Molly Guinness

Agonised questions

In her latest novel, Shafak deals with enough vexed themes to qualify as a UN special envoy

It’s terribly difficult to write a novel about soul-searching, and Elif Shafak has come up with a rather clever device to do so: Peri grows up in Istanbul listening to her parents fighting about religion. Solemn, naive and tortured, she gets a place at Oxford, where she makes friends with Mona, who wears a headscarf and feels persecuted, and Shirin, who enjoys drinking and sex and says things like ‘We Muslims are going through an identity crisis. Especially the women…Eat your heart out Jean-Paul Sartre! Get a load of this! We have an existential crisis like you’ve never seen!’ They all study under the handsome and wayward Professor Azur, who gives seminars about God. The scene is set for a romantic crisis. Fourteen years later, Peri has a violent encounter with a tramp that brings it all back.

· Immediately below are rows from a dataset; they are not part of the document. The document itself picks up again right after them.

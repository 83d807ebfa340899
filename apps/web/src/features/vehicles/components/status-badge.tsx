import { vehicleStatusLabels, type VehicleStatus } from '@tappet/contracts';
import { cn } from '@tappet/ui';
import { statusSymbols } from './words';

/** A vehicle's status as a word with a shape: readable without colour. */
export function VehicleStatusBadge({ status, className }: { status: VehicleStatus; className?: string }) {
  const closed = status === 'handed_over' || status === 'sold';
  return (
    <span className={cn('inline-flex items-center gap-1.5 rounded-full border px-2.5 py-0.5 text-sm font-bold whitespace-nowrap', closed ? 'border-line text-ink-muted' : 'border-accent text-accent', className)}>
      <span aria-hidden="true">{statusSymbols[status]}</span>
      {vehicleStatusLabels[status]}
    </span>
  );
}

Shafak is an international pin-up: Three Daughters of Eve is her tenth novel, but she’s also a founding member of a foreign affairs thinktank, has an active role at the World Economic Forum, defends gay rights and has been prosecuted by the Turkish government. People on Twitter adore her. This is a very serious book and in it she deals with enough vexed themes to qualify as a UN special envoy.

Peri keeps a diary where she writes down her feelings about God. She’s constantly having thoughts like this: ‘Was religion an empowering force for women who otherwise had limited power in a society designed for and by men, or was it yet another tool for facilitating their submission?’ That’s how she lives, question after agonised question.

The young people she talks to are just as brooding.